International Journal of Thermofluids (May 2024)
MHD mixed convection of nanofluid flow Ag- Mgo/water in a channel contain a rotational cylinder
Abstract
This investigation explores the mixed convection phenomenon of a hybrid nanofluid flowing within a Channel oriented horizontally featuring a triangular cavity attached to the lower channel wall. The cavity houses a rotating circular cylinder with a radius of R = 0.12. The fluid within the enclosure is a water-based nanofluid containing Ag-MgO nanoparticles. Two scenarios of combined natural and forced convection are examined: in Case 1, all channel walls, the left wall of the cavity, and the surface of the rotating cylinder are adiabatic, while the inclined wall of the cavity is isothermal. In Case 2, all channel walls, the ready wall of the cavity, and the surface of the rotating cylinder are adiabatic, except for the left wall of the cavity, which is isothermal. The dimensionless governing equations are solved under steady flow conditions for various physical parameters using a higher-order and stable Galerkin-based finite element method implemented through the software package FlexPDE. Key governing parameters such as Re number (falling within the amplitude of 10 to 100), Ri number (ranging from Ri = 0.1 to 30), and the location of cylinder rotation (Xo = 0.65 to 0.9) are simulated.
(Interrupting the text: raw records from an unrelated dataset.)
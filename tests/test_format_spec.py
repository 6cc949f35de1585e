"""One description of the layout format: schema, docs, settable keys, tool keys from it.

The JSON Schema is checked with the independent ``jsonschema`` validator (draft
2020-12) against every demo, every case file and generated layouts; a list of
broken layouts whose mistake is a schema matter must fail it.
"""

from __future__ import annotations

import dataclasses
import json

import jsonschema
import pytest
import yaml

from beamplan.analyses.changes import SETTABLE
from beamplan.cli.main import main
from beamplan.errors import LayoutError
from beamplan.layout import spec as spec_module
from beamplan.layout.docgen import key_tables, updated
from beamplan.layout.endpoints import TOOL_KEYS
from beamplan.layout.loader import load_layout
from beamplan.layout.reader import MapReader
from beamplan.layout.schema import case_schema, layout_schema
from beamplan.layout.spec import SECTIONS, KeySpec, settable
from beamplan.layout.yamlpos import parse_yaml
from beamplan.physics.demand import ScannerTool
from tests.conftest import ROOT
from tests.layoutgen import random_layout

LAYOUTS = sorted((ROOT / "layouts").glob("*.yaml"))
CASES = sorted((ROOT / "layouts" / "cases").glob("*.yaml"))
# Broken layouts whose mistake the schema sees (unknown key, wrong type, out-of-range
# number, missing required key); the others are units, beamlines or graph matters.
SCHEMA_BROKEN = (
    "beamlines-not-a-list",  # wrong type
    "format-as-text",  # wrong type
    "in-service-key",  # unknown key
    "missing-format",  # missing required key
    "missing-kind",  # missing required key (kind, or a part)
    "missing-required-key",  # a scanner without power or dose and wph
    "multilayer-old-key",  # unknown key
    "multilayer-periods-out-of-range",  # out of range
    "non-ascii-digit",  # not a number with a unit
    "one-output-splitter",  # too few outputs
    "reflectivity-above-one",  # out of range
    "too-many-periods",  # out of range
    "unknown-element-key",  # unknown key
    "unknown-kind",  # not one of the kinds
    "unknown-top-key",  # unknown key
    "unparsable-quantity",  # not a number with a unit
    "wrong-format-version",  # out of range
)


def _validator(schema: dict[str, object]) -> jsonschema.Draft202012Validator:
    jsonschema.Draft202012Validator.check_schema(schema)
    return jsonschema.Draft202012Validator(schema)


@pytest.mark.parametrize("path", LAYOUTS, ids=lambda p: p.name)
def test_every_demo_is_valid_under_the_schema(path):
    errors = list(_validator(layout_schema()).iter_errors(yaml.safe_load(path.read_text())))
    assert errors == []


@pytest.mark.parametrize("path", CASES, ids=lambda p: p.name)
def test_every_case_file_is_valid_under_the_case_schema(path):
    errors = list(_validator(case_schema()).iter_errors(yaml.safe_load(path.read_text())))
    assert errors == []


def test_generated_layouts_are_valid_under_the_schema():
    validator = _validator(layout_schema())
    for seed in range(25):
        text = random_layout(seed)
        load_layout_text = parse_yaml(text, f"seed-{seed}.yaml")
        assert load_layout_text.data  # the generator's layouts load
        assert list(validator.iter_errors(yaml.safe_load(text))) == [], seed


@pytest.mark.parametrize("name", SCHEMA_BROKEN)
def test_broken_layouts_fail_the_schema(name):
    data = yaml.safe_load((ROOT / "tests" / "broken" / f"{name}.yaml").read_text())
    assert list(_validator(layout_schema()).iter_errors(data)), name


def test_schema_command_prints_both_schemas(capsys):
    assert main(["schema"]) == 0
    assert json.loads(capsys.readouterr().out)["title"].startswith("beamplan layout")
    assert main(["schema", "--cases"]) == 0
    assert "cases" in json.loads(capsys.readouterr().out)["required"]


def test_committed_docs_key_tables_are_current():
    text = (ROOT / "docs" / "layout-format.md").read_text(encoding="utf-8")
    assert updated(text) == text, (
        "docs/layout-format.md is stale: run "
        "'python -m beamplan.cli.main schema --docs docs/layout-format.md'")


def test_settable_and_tool_keys_come_from_the_tables():
    assert {group: settable(group) for group in ("source", "element", "scanner")} == SETTABLE
    # the keys the change language had before the tables (hand-listed then)
    assert set(SETTABLE["element"]) == {"heat_limit", "derate", "reflectivity", "transmission",
                                        "efficiency", "grazing", "incidence", "roughness",
                                        "select"}
    fields = {f.name for f in dataclasses.fields(ScannerTool)}
    assert {field for _, field in TOOL_KEYS.values()} <= fields
    assert len(TOOL_KEYS) == 13


def _asked_keys(monkeypatch) -> list[tuple[str, set[str], set[str]]]:
    seen: list[tuple[str, set[str], set[str]]] = []
    original = MapReader.finish

    def spy(self, hint_keys=(), table=()):
        seen.append((self.subject, set(self.asked) - set(hint_keys),
                     {s.name for s in table}))
        return original(self, hint_keys, table)

    monkeypatch.setattr(MapReader, "finish", spy)
    return seen


def test_readers_ask_only_described_keys(monkeypatch):
    seen = _asked_keys(monkeypatch)
    for path in LAYOUTS:
        load_layout(str(path))
    for seed in range(10):
        from beamplan.layout.loader import parse_layout

        parse_layout(parse_yaml(random_layout(seed), "x.yaml"))
    checked = [(subject, asked - table) for subject, asked, table in seen if table]
    assert checked and all(not extra for _, extra in checked), checked
    assert {"in_service"} >= set().union(*(e for _, e in checked))


NEW_KEY = KeySpec("sag", "quantity", "sagitta of the mirror figure", "length", "0 m",
                  minimum=0.0, maximum=0.01, settable="sag_m")
LAYOUT = """layout: marrowfield-sag
format: 1
sources: {fel: {power: 1 kW}}
elements:
  m1: {kind: mirror, reflectivity: 0.9, SAG}
scanners: {s1: {power: 100 W}}
beamlines: ["fel -> m1 -> s1"]
"""


def test_a_key_added_in_one_place_appears_everywhere(monkeypatch):
    monkeypatch.setitem(SECTIONS, "mirror", (*SECTIONS["mirror"], NEW_KEY))
    # validation: accepted, range-checked with a located error, near misses hinted
    from beamplan.layout.loader import parse_layout

    assert parse_layout(parse_yaml(LAYOUT.replace("SAG", "sag: 2 mm"), "a.yaml"))
    with pytest.raises(LayoutError) as bad:
        parse_layout(parse_yaml(LAYOUT.replace("SAG", "sag: 5 cm"), "b.yaml"))
    assert "b.yaml:5:" in str(bad.value) and "'sag'" in str(bad.value)
    with pytest.raises(LayoutError) as typo:
        parse_layout(parse_yaml(LAYOUT.replace("SAG", "sagg: 1 mm"), "c.yaml"))
    assert "'sag'" in str(typo.value)  # did you mean
    # docs, JSON Schema, what-if changes, completion
    assert "| `sag` | length |" in key_tables()
    schema = layout_schema()
    mirror = next(b for b in schema["$defs"]["element"]["allOf"]
                  if b["if"]["properties"].get("kind", {}).get("const") == "mirror")
    assert mirror["then"]["properties"]["sag"]["anyOf"][0]["maximum"] == 0.01
    assert settable("element")["sag"] == ("sag_m", "length")
    from beamplan.cli.completion import settable_keys

    assert "m1.sag=" in settable_keys(parse_layout(parse_yaml(
        LAYOUT.replace("SAG", "sag: 2 mm"), "a.yaml")))
    assert spec_module.find("mirror", "sag") is NEW_KEY


@pytest.mark.parametrize("shell", ["bash", "zsh", "fish"])
def test_completion_scripts_mention_every_subcommand(shell, capsys):
    import shutil
    import subprocess

    from beamplan.cli.main import build_parser

    assert main(["completion", shell]) == 0
    text = capsys.readouterr().out
    commands = next(a for a in build_parser()._actions if a.choices and "plan" in a.choices)
    assert text and all(name in text for name in commands.choices)
    assert "beamplan ids" in text or "_beamplan_layout_ids" in text
    if shell == "bash" and shutil.which("bash"):
        assert subprocess.run(["bash", "-n"], input=text, text=True).returncode == 0


def test_ids_lists_the_layout_ids(capsys):
    assert main(["ids", "beamplan", "cases", "layouts/two-bay.yaml", "--fail"]) == 0
    ids = capsys.readouterr().out.split()
    assert ids == list(load_layout("layouts/two-bay.yaml").node_ids)
    assert main(["ids", "beamplan", "plan"]) == 0
    assert capsys.readouterr().out == ""


def test_new_writes_a_layout_that_checks_and_plans(tmp_path, capsys):
    target = tmp_path / "bay.yaml"
    assert main(["new", str(target), "--bays", "3", "--scanners-per-bay", "2", "-q"]) == 0
    text = target.read_text()
    assert text.startswith("# yaml-language-server: $schema=")
    assert main(["check", str(target), "-q"]) == 0
    # 10 kW shared by six 500 W needs behind R = 0.9 folds and 0.98 outputs: all met
    # (hand calculation: 6 x 500 W / (0.9 x 0.98 x 0.98) = 3.5 kW < 10 kW)
    assert main(["plan", str(target), "-q"]) == 0
    assert list(_validator(layout_schema()).iter_errors(yaml.safe_load(text))) == []
    # never over an existing file: exit 2, the file untouched
    assert main(["new", str(target), "--bays", "1"]) == 2
    assert target.read_text() == text
    assert "never writes over" in capsys.readouterr().err


def test_new_with_a_recipe_and_a_small_source_falls_short(tmp_path, capsys):
    target = tmp_path / "short.yaml"
    # four scanners of 500 W from a 1 kW source cannot all be served (hand calculation)
    assert main(["new", str(target), "--bays", "2", "--source-power", "1kW", "-q"]) == 0
    assert main(["plan", str(target), "-q"]) == 3
    recipe = tmp_path / "recipe.yaml"
    assert main(["new", str(recipe), "--recipe", "30mJ/cm^2,150", "-q"]) == 0
    assert "dose: 30 mJ/cm^2" in recipe.read_text()
    assert main(["check", str(recipe), "-q"]) == 0
    assert main(["new", "-", "--bays", "1", "--scanners-per-bay", "1"]) == 0
    assert "marrowfield-fel -> fold-1 -> litho-1-1" in capsys.readouterr().out
    assert main(["new", str(tmp_path / "x.yaml"), "--recipe", "30"]) == 2
    assert main(["new", str(tmp_path / "x.yaml"), "--source-power", "5 mJ"]) == 2
    assert not (tmp_path / "x.yaml").exists()
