"""Progress on a terminal: shown on a pseudo-terminal, never in a pipe or with ``-q``.

Each command runs in a child process whose stderr is a pseudo-terminal (``pty``)
or a pipe; the stage names (``loading``, ``planning``, ``drawing``, ``writing
the HTML report``) must appear on the terminal and nowhere else.
"""

from __future__ import annotations

import os
import pathlib
import pty
import select
import subprocess
import sys

import pytest

from tests.conftest import ROOT
from tests.perf.campus import campus_yaml

pytestmark = pytest.mark.skipif(sys.platform == "win32", reason="no pseudo-terminals")


def run(args: list[str], *, terminal: bool) -> tuple[int, str]:
    """Run beamplan with stderr on a pseudo-terminal (or a pipe); its exit code and stderr."""
    env = {**os.environ, "PYTHONPATH": str(ROOT), "TERM": "xterm", "COLUMNS": "100"}
    env.pop("NO_COLOR", None)
    command = [sys.executable, "-m", "beamplan.cli.main", *args]
    if not terminal:
        done = subprocess.run(command, capture_output=True, text=True, env=env, timeout=300,
                              check=False)
        return done.returncode, done.stderr
    main_fd, child_fd = pty.openpty()
    child = subprocess.Popen(command, stdout=subprocess.DEVNULL, stderr=child_fd, env=env)
    os.close(child_fd)
    chunks = []
    while True:
        ready, _, _ = select.select([main_fd], [], [], 0.2)
        if ready:
            try:
                data = os.read(main_fd, 65536)
            except OSError:  # the child closed the terminal
                break
            if not data:
                break
            chunks.append(data)
        elif child.poll() is not None:
            break
    os.close(main_fd)
    return child.wait(timeout=300), b"".join(chunks).decode("utf-8", "replace")


@pytest.fixture(scope="module")
def campus(tmp_path_factory: pytest.TempPathFactory) -> pathlib.Path:
    path = tmp_path_factory.mktemp("campus") / "campus.yaml"
    path.write_text(campus_yaml(50), encoding="utf-8")
    return path


def test_draw_and_plan_show_their_stages_on_a_terminal(campus: pathlib.Path,
                                                      tmp_path: pathlib.Path) -> None:
    code, err = run(["draw", str(campus), "-o", str(tmp_path / "c.svg"), "--plan"],
                    terminal=True)
    assert code == 0, err
    assert "drawing the summary" in err and "planning" in err
    code, err = run(["plan", str(campus), "--html", str(tmp_path / "c.html")], terminal=True)
    assert code == 0, err
    assert "writing the HTML report" in err


def test_no_progress_with_q_or_in_a_pipe(tmp_path: pathlib.Path) -> None:
    layout = str(ROOT / "layouts" / "two-bay.yaml")
    code, err = run(["draw", layout, "-o", str(tmp_path / "c.svg"), "--plan", "-q"],
                    terminal=True)
    assert code == 0, err
    assert "planning" not in err and "drawing" not in err and "\x1b[" not in err
    code, err = run(["plan", layout, "--html", str(tmp_path / "c.html")], terminal=False)
    assert code == 0, err
    assert "planning" not in err and "writing" not in err and "\x1b[" not in err
    # and the same command on a terminal does name its stages
    code, err = run(["plan", layout, "--html", str(tmp_path / "c.html")], terminal=True)
    assert code == 0, err
    assert "planning" in err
The study presents results in terms of average Nusselt numbers and contour maps of streamlines and isotherms. It is observed that the average Nusselt number increases with higher Reynolds number, angular rotation speed, cylinder location, and Richardson number. Specifically, heating the inclined surface suggests that the optimal location for the rotating cylinder is Xo = 0.9, whereas if the left wall of the cavity is heated, the preferred location for the cylinder is Xo = 0.75. These findings are corroborated by comparing them with previous research, demonstrating significant agreement.